I don't know how useful I'd say the rest of his ideas were, but one thing I liked about Nelson Bolles's approach in What Color Is Your Parachute? was that it's important to think about a job along two dimensions: what the function you perform is, and what kind of organization/subject matter you deal with.

My job description is closest to "Management Analyst" - which is in the lower-middle part of the pack on the big list - but I specifically work to expedite benefits processing for immigrants to the U.S. and one of the perks of my job is getting to see a thousand-plus new citizens get naturalized each month. Hell, today I got to meet a couple of the prisoners released from Iran this year as a result of the nuclear deal.

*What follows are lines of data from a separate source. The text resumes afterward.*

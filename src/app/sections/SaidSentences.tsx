import type { Sentence } from "../../export/sentences/piece.ts";
import { SentenceText } from "./SentenceText.tsx";

/** Sentences of a fold, one after another as one paragraph. */
export function SaidSentences({ sentences }: { sentences: readonly Sentence[] }) {
  const said = sentences.filter((sentence) => sentence.length > 0);
  if (said.length === 0) return null;
  return (
    <p className="reason">
      {said.map((sentence, i) => (
        // biome-ignore lint/suspicious/noArrayIndexKey: sentences have no identity but their place
        <span key={i}>
          {i > 0 && " "}
          <SentenceText sentence={sentence} />
        </span>
      ))}
    </p>
  );
}
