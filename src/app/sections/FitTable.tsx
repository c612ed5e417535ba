import { labelOf, type Run } from "../../core/catalogue.ts";
import type { DecayResult } from "../../core/decayResult.ts";
import type { Quantity } from "../../core/quantity.ts";
import { exponentText } from "../../export/sentences/decaySentences.ts";
import { formatDigits, formatProbability } from "../../figures/formatNumber.ts";
import type { CaseView } from "../session/caseView.ts";
import { CaseMark } from "./CaseMark.tsx";
import { Definition } from "./Definition.tsx";
import { QuantityCells } from "./QuantityText.tsx";
import { SymbolText } from "./SymbolText.tsx";
import { TableScroll } from "./TableScroll.tsx";

interface Line {
  readonly name: string;
  /** Key of the label: its symbol and its definition. */
  readonly label: string;
  readonly of: (decay: DecayResult) => Quantity;
  /** Given in multiples of the reference length, where there is one. */
  readonly inLengths?: true;
}

const lines: readonly Line[] = [
  { name: "exponent", label: "n", of: (decay) => decay.n },
  { name: "virtual origin", label: "x0", of: (decay) => decay.x0, inLengths: true },
  { name: "coefficient", label: "A", of: (decay) => decay.A },
  { name: "given this window", label: "n", of: (decay) => decay.given_window.n },
  { name: "given this window", label: "x0", of: (decay) => decay.given_window.x0, inLengths: true },
  { name: "line of the Taylor scale", label: "n", of: (decay) => decay.lambda_route.n },
  { name: "line of the Taylor scale", label: "x0", of: (decay) => decay.lambda_route.x0, inLengths: true },
  { name: "law of the dissipation", label: "n", of: (decay) => decay.epsilon_route.n },
  { name: "growth of the integral scale", label: "m", of: (decay) => decay.growth.m },
];

/** The fit of every case: exponent, origin and coefficient, then the same by other routes. */
export function FitTable({ cases }: { cases: readonly CaseView[] }) {
  const fitted = cases.flatMap((view) => (view.decay ? [{ view, decay: view.decay }] : []));
  return (
    <TableScroll label="Fits">
      <table className="data dense">
        <CaseHeads cases={fitted.map(({ view }) => view)} first="Fit" />
        <tbody>
          {lines.map(({ name, label, of, inLengths }) => (
            <tr key={name + label}>
              <th scope="row" className="text">
                {name}{" "}
                <Definition of={label}>
                  <SymbolText runs={labelOf(label).symbol} />
                </Definition>
              </th>
              {fitted.map(({ view, decay }) => (
                <QuantityCells
                  key={view.id}
                  quantity={of(decay)}
                  label={label}
                  units={view.of.sheet.units}
                  {...(inLengths && view.length !== null
                    ? { per: { length: view.length, symbol: view.symbol } }
                    : {})}
                />
              ))}
            </tr>
          ))}
          <PlainLine
            name="correlation of"
            symbol={[{ text: "n, x" }, { text: "0", place: "sub", upright: true }]}
            texts={fitted.map(({ decay }) => numberText(decay.correlation_n_x0, 2))}
          />
          <PlainLine
            name="reduced"
            symbol={[{ text: "χ" }, { text: "2", place: "sup", upright: true }]}
            texts={fitted.map(({ decay }) => numberText(decay.chi2_reduced, 2))}
          />
        </tbody>
      </table>
    </TableScroll>
  );
}

/** Exponents of the classical hypotheses, each with the probability of data so far from it. */
export function HypothesisTable({ cases }: { cases: readonly CaseView[] }) {
  const fitted = cases.flatMap((view) => (view.decay ? [{ view, decay: view.decay }] : []));
  const names = fitted[0]?.decay.hypotheses ?? [];
  return (
    <TableScroll label="Hypotheses">
      <table className="data dense">
        <CaseHeads cases={fitted.map(({ view }) => view)} first="Exponent held at" />
        <tbody>
          {names.map(({ name, n }) => (
            <tr key={name}>
              <th scope="row" className="text">
                {exponentText(n)} {name}
              </th>
              {fitted.map(({ view, decay }) => (
                <HypothesisCells
                  key={view.id}
                  p={decay.hypotheses.find((each) => each.name === name)?.p ?? null}
                />
              ))}
            </tr>
          ))}
        </tbody>
      </table>
    </TableScroll>
  );
}

/** Below this probability the data exclude an exponent; above it nothing is confirmed. */
const level = 0.05;

function HypothesisCells({ p }: { p: number | null }) {
  return (
    <>
      <td>{p === null ? "–" : formatProbability(p)}</td>
      <td className="pm">{p === null ? "" : p < level ? "excluded" : "not excluded"}</td>
    </>
  );
}

function CaseHeads({ cases, first }: { cases: readonly CaseView[]; first: string }) {
  return (
    <thead>
      <tr>
        <th scope="col">{first}</th>
        {cases.map((view) => (
          <th scope="colgroup" colSpan={2} key={view.id}>
            <CaseMark mark={view.mark} /> {view.name}
          </th>
        ))}
      </tr>
    </thead>
  );
}

function PlainLine({
  name,
  symbol,
  texts,
}: {
  name: string;
  symbol?: readonly Run[];
  texts: readonly string[];
}) {
  return (
    <tr>
      <th scope="row" className="text">
        {name} {symbol && <SymbolText runs={symbol} />}
      </th>
      {texts.map((text, i) => (
        // biome-ignore lint/suspicious/noArrayIndexKey: one cell a case, in the order of the cases
        <PlainCells text={text} key={i} />
      ))}
    </tr>
  );
}

function PlainCells({ text }: { text: string }) {
  return (
    <>
      <td>{text}</td>
      <td className="pm" />
    </>
  );
}

const numberText = (value: number | null, digits: number) =>
  value === null ? "–" : formatDigits(value, digits);
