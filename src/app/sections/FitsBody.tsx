import { memo } from "react";
import type { Comparison } from "../../core/comparison.ts";
import { hypothesisSentence } from "../../export/sentences/decaySentences.ts";
import { dissipationConstantSentence } from "../../export/sentences/dissipationConstantSentence.ts";
import { growthSentences } from "../../export/sentences/growthSentences.ts";
import type { CaseView } from "../session/caseView.ts";
import { arguedView } from "./arguedView.ts";
import { CommonExponentTable } from "./CommonExponentTable.tsx";
import { FitTable } from "./FitTable.tsx";
import { GrowthTable } from "./GrowthTable.tsx";
import { HypothesisTable } from "./HypothesisTable.tsx";
import { SaidSentences } from "./SaidSentences.tsx";

/** The fits, the named exponents, one exponent for all cases against one each, and how the scales grow. */
export const FitsBody = memo(function FitsBody({
  cases,
  comparisons,
}: {
  cases: readonly CaseView[];
  comparisons: readonly Comparison[];
}) {
  const argued = cases.map(arguedView);
  return (
    <>
      <FitTable cases={argued} />
      {argued.map((view) => (
        <SaidSentences sentences={[hypothesisSentence(view)]} key={view.id} />
      ))}
      <HypothesisTable cases={argued} />
      <CommonExponentTable cases={argued} comparisons={comparisons} />
      <SaidSentences
        sentences={argued.flatMap((view) => [...growthSentences(view), ...dissipationConstantSentence(view)])}
      />
      <GrowthTable cases={argued} />
    </>
  );
});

So yes, I get that this is about the aggregate, but I'm kind of bummed to realize that Douglas Adams thinks I should be fired into the sun by association.
posted by psoas at 12:17 PM on April 11, 2016 [2 favorites]


I suspect most of the people who think their jobs are making the world worse are the ones who are essentially getting paid to be abused by the general public.

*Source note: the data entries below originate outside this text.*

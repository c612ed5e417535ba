import type { Comparison } from "../../core/comparison.ts";
import { balanceSentences } from "../../export/sentences/balanceSentences.ts";
import { compareSentences } from "../../export/sentences/compareSentences.ts";
import { decaySentences } from "../../export/sentences/decaySentences.ts";
import { isotropySentences } from "../../export/sentences/isotropySentences.ts";
import type { Sentence } from "../../export/sentences/piece.ts";
import { recordSentences } from "../../export/sentences/recordSentences.ts";
import { scaleSentences } from "../../export/sentences/scaleSentences.ts";
import type { CaseView } from "../session/caseView.ts";

/** The finding of every section, from the results as they are. */
export interface Findings {
  readonly records: readonly Sentence[];
  readonly decay: readonly Sentence[];
  readonly isotropy: readonly Sentence[];
  readonly scales: readonly Sentence[];
  readonly balance: readonly Sentence[];
  /** One finding for each comparison. */
  readonly compare: readonly (readonly Sentence[])[];
}

export function findingsOf(
  cases: readonly CaseView[],
  comparisons: readonly Comparison[],
  tolerance: number,
): Findings {
  const reduced = cases.filter((view) => view.stations.length > 0);
  const files = cases.reduce((sum, view) => sum + view.of.sources.length, 0);
  return {
    records: recordSentences(cases, { files, failed: failedFiles(cases) }),
    decay: decaySentences(reduced, reduced.length === 2 ? (comparisons[0] ?? null) : null),
    isotropy: isotropySentences(reduced, tolerance),
    scales: scaleSentences(reduced),
    balance: balanceSentences(reduced, tolerance),
    compare: comparisons.map((comparison) => comparedSentences(comparison, reduced)),
  };
}

function comparedSentences(comparison: Comparison, cases: readonly CaseView[]): readonly Sentence[] {
  const [first, second] = comparison.cases.map((name) => cases.find((view) => view.name === name));
  return first && second ? compareSentences(comparison, [first, second]) : [];
}

/** Files of which no probe was used. */
function failedFiles(cases: readonly CaseView[]): number {
  return cases.reduce((sum, { reduced }) => {
    if (reduced === null) return sum;
    const used = new Set(reduced.sources.map(({ name }) => name));
    const failed = reduced.failures.flatMap(({ where }) => (where.file === undefined ? [] : [where.file]));
    return sum + new Set(failed.filter((name) => !used.has(name))).size;
  }, 0);
}
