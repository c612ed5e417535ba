import { bare } from "../../core/quantity.ts";
import type { Preview } from "../../core/records.ts";
import { formatCount, formatPosition } from "../../figures/formatNumber.ts";
import type { CaseView } from "../session/caseView.ts";
import { Definition } from "./Definition.tsx";
import { Fold } from "./Fold.tsx";
import { NumberButton } from "./NumberButton.tsx";
import { origins } from "./stationSettings.ts";
import { TableScroll } from "./TableScroll.tsx";

/** Every file: what its columns were taken as, where it stands and how that is known. */
export function FilesFold({ cases, previews }: { cases: readonly CaseView[]; previews: readonly Preview[] }) {
  const count = cases.reduce((sum, view) => sum + view.of.sources.length, 0);
  const byName = new Map(previews.map((preview) => [preview.file, preview]));
  return (
    <Fold name="Files, columns, units, positions" fact={`${formatCount(count)} files`}>
      <TableScroll label="Files">
        <table className="data">
          <thead>
            <tr>
              <th scope="col">File</th>
              <th scope="col" className="text">
                Columns
              </th>
              <th scope="col">
                <Definition of="fileLines">Lines, about</Definition>
              </th>
              <th scope="col">
                <Definition of="x">
                  <i className="sym">x</i>
                </Definition>
              </th>
              <th scope="col" className="text">
                Position from
              </th>
            </tr>
          </thead>
          <tbody>
            {cases.flatMap((view) =>
              view.of.sources.map((source) => (
                <FileRow
                  key={view.id + source.name}
                  name={source.name}
                  view={view}
                  preview={byName.get(source.name)}
                />
              )),
            )}
          </tbody>
        </table>
      </TableScroll>
    </Fold>
  );
}

function FileRow({ name, view, preview }: { name: string; view: CaseView; preview: Preview | undefined }) {
  const notes = (view.reduced?.sources ?? []).filter((source) => source.name === name);
  const xs = [...new Set(notes.map((note) => note.x).filter((x) => x !== null))];
  const position = notes[0]?.position ?? null;
  return (
    <tr>
      <td>
        <span className="well">{name}</span>
      </td>
      <td className="text wrap">{preview ? columnsText(preview) : "–"}</td>
      <td>{preview ? <Lines view={view} preview={preview} /> : "–"}</td>
      <td>{xs.length === 0 ? "–" : <Places view={view} name={name} xs={xs} position={position} />}</td>
      <td className="text">{position === null ? "–" : origins[position]}</td>
    </tr>
  );
}

function Lines({ view, preview }: { view: CaseView; preview: Preview }) {
  const shown = formatCount(Number(preview.estimatedRows.toPrecision(3)));
  const rows = [
    ["file", preview.file],
    ["bytes", formatCount(preview.bytes)],
  ] as const;
  return (
    <NumberButton
      of="fileLines"
      quantity={bare(preview.estimatedRows, "an estimate of its own")}
      at={{ kind: "page", view, shown, rows }}
    >
      {shown}
    </NumberButton>
  );
}

function Places({
  view,
  name,
  xs,
  position,
}: {
  view: CaseView;
  name: string;
  xs: readonly number[];
  position: keyof typeof origins | null;
}) {
  const shown = xs.length === 1 ? formatPosition(xs[0]) : `${xs.length} positions`;
  const { zero } = view.of.sheet;
  const rows = [
    ["file", name],
    ["from", position === null ? "not known" : origins[position]],
    ["subtracted", zero === 0 ? "nothing" : formatPosition(zero)],
  ] as const;
  return (
    <NumberButton of="x" quantity={bare(xs[0], "as it was told")} at={{ kind: "page", view, shown, rows }}>
      {shown}
    </NumberButton>
  );
}

/** "t (s), u (m/s), v (m/s); T not used" */
function columnsText({ columns }: Preview): string {
  const used = columns.filter((column) => column.role !== null);
  const unused = columns.filter((column) => column.role === null);
  const text = ({ heading, number }: (typeof columns)[number]) => heading || `column ${number}`;
  const taken = used.map((column) => {
    const unit = column.unit === null ? "" : ` (${column.unit})`;
    const name = text(column);
    return name === column.role ? name + unit : `${name}${unit} as ${column.role}`;
  });
  return taken.join(", ") + (unused.length > 0 ? `; not used: ${unused.map(text).join(", ")}` : "");
}
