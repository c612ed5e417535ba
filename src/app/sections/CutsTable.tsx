import { bare } from "../../core/quantity.ts";
import type { RecordCut } from "../../core/recordCut.ts";
import type { StationResult } from "../../core/stationResult.ts";
import { unitOf } from "../../core/unitText.ts";
import { formatCount, formatDigits, formatPosition, withUnit } from "../../figures/formatNumber.ts";
import type { CaseView } from "../session/caseView.ts";
import { CaseMark } from "./CaseMark.tsx";
import { Definition } from "./Definition.tsx";
import { NumberButton } from "./NumberButton.tsx";
import { TableScroll } from "./TableScroll.tsx";

/** A cut with the station and the case it belongs to. */
export interface FoundCut {
  readonly view: CaseView;
  readonly station: StationResult;
  readonly cut: RecordCut;
}

/** Every cut of every record. */
export function cutsOf(cases: readonly CaseView[]): FoundCut[] {
  return cases.flatMap((view) =>
    view.stations.flatMap((station) => (station.cuts ?? []).map((cut) => ({ view, station, cut }))),
  );
}

const kinds = {
  backward: "time runs back: the older run is left out",
  gap: "gap: nothing is correlated across",
  missing: "samples without a value",
  repeated: "sent twice: the newer one is kept",
} as const;

/** Every place at which a record is not read on as it stands, and what was made of it. */
export function CutsTable({ cuts }: { cuts: readonly FoundCut[] }) {
  if (cuts.length === 0) return null;
  const time = unitOf("T", cuts[0].view.units);
  const more = [...new Set(cuts.map(({ station }) => station))].reduce(
    (sum, station) => sum + (station.cuts_more ?? 0),
    0,
  );
  return (
    <TableScroll label="Cuts and gaps">
      <table className="data dense">
        <thead>
          <tr>
            <th scope="col">Record</th>
            <th scope="col" className="text">
              Cut
            </th>
            <th scope="col">Sample</th>
            <th scope="col">
              <Definition of="cut">From, to{time !== "" && ` (${time})`}</Definition>
            </th>
            <th scope="col">
              <Definition of="cutSamples">Samples</Definition>
            </th>
          </tr>
        </thead>
        <tbody>
          {cuts.map((found) => (
            <CutRow
              found={found}
              key={`${found.view.id} ${found.station.x} ${found.cut.file} ${found.cut.at}`}
            />
          ))}
        </tbody>
      </table>
      {more > 0 && <p className="reason">{formatCount(more)} more are not listed.</p>}
    </TableScroll>
  );
}

function CutRow({ found: { view, station, cut } }: { found: FoundCut }) {
  const { file, y, z, at, kind, from, to, samples } = cut;
  const place = [y, z].some((one) => one !== null)
    ? `, ${[y, z].map((one) => (one === null ? "–" : formatPosition(one))).join(", ")}`
    : "";
  const x = withUnit(formatPosition(station.x), unitOf(view.along === "t" ? "T" : "L", view.units));
  const number = (of: string, value: number, shown: string) => (
    <NumberButton
      of={of}
      quantity={bare(value, "read off the record")}
      at={{
        kind: "page",
        view,
        shown,
        rows: [
          ["record", `${file}${place}, at ${x}`],
          ["what", kinds[kind]],
        ],
      }}
    >
      {shown}
    </NumberButton>
  );
  return (
    <tr>
      <td>
        <CaseMark mark={view.mark} /> {x}, <span className="well">{file}</span>
        {place}
      </td>
      <td className="text wrap">{kinds[kind]}</td>
      <td>{number("cutSamples", at, formatCount(at))}</td>
      <td>{number("cut", to, `${formatDigits(from, 7)} to ${formatDigits(to, 7)}`)}</td>
      <td>{number("cutSamples", samples, formatCount(samples))}</td>
    </tr>
  );
}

Technically I help make people's lives better at work, but not in any way I actually enjoy doing or is personally meaningful to me. Whoopetydoo, I processed your paperwork faster. But...that's of far more value in the world than anything else I enjoy doing, so.
posted by jenfullmoon at 9:18 PM on April 11, 2016 [1 favorite]


Interesting that professional photographers fared so poorly. It's all photoshop guilt I guess?
posted by jeffburdges at 7:11 AM on April 13, 2016


Interesting that police supervisors fared so well. I suppose they're completely indoctrinated into the us vs them mentality by then.
posted by jeffburdges at 7:15 AM on April 13, 2016


Professional photographers are in a lot of cases getting their lunch eaten by people giving stuff away which is probably leading to lower satisfaction.
posted by Mitheral at 10:08 AM on April 13, 2016


According to a professional wedding photographer that i know at my volunteer job, it's very stressful. You only have one opportunity to get shots and you're dealing with various -zillas. If you think your amateur friend can handle it, you're very wrong.
posted by jenfullmoon at 12:12 PM on April 13, 2016


Wedding photography is safer than a few of the areas (cousin Bob with a Brownie has been a "problem" for a long time and the market has adjusted). Stock photography, calendars, sports, news, and portraiture to a certain extent are all experiencing much more competition often from well equipped amateurs willing to "work" for credit.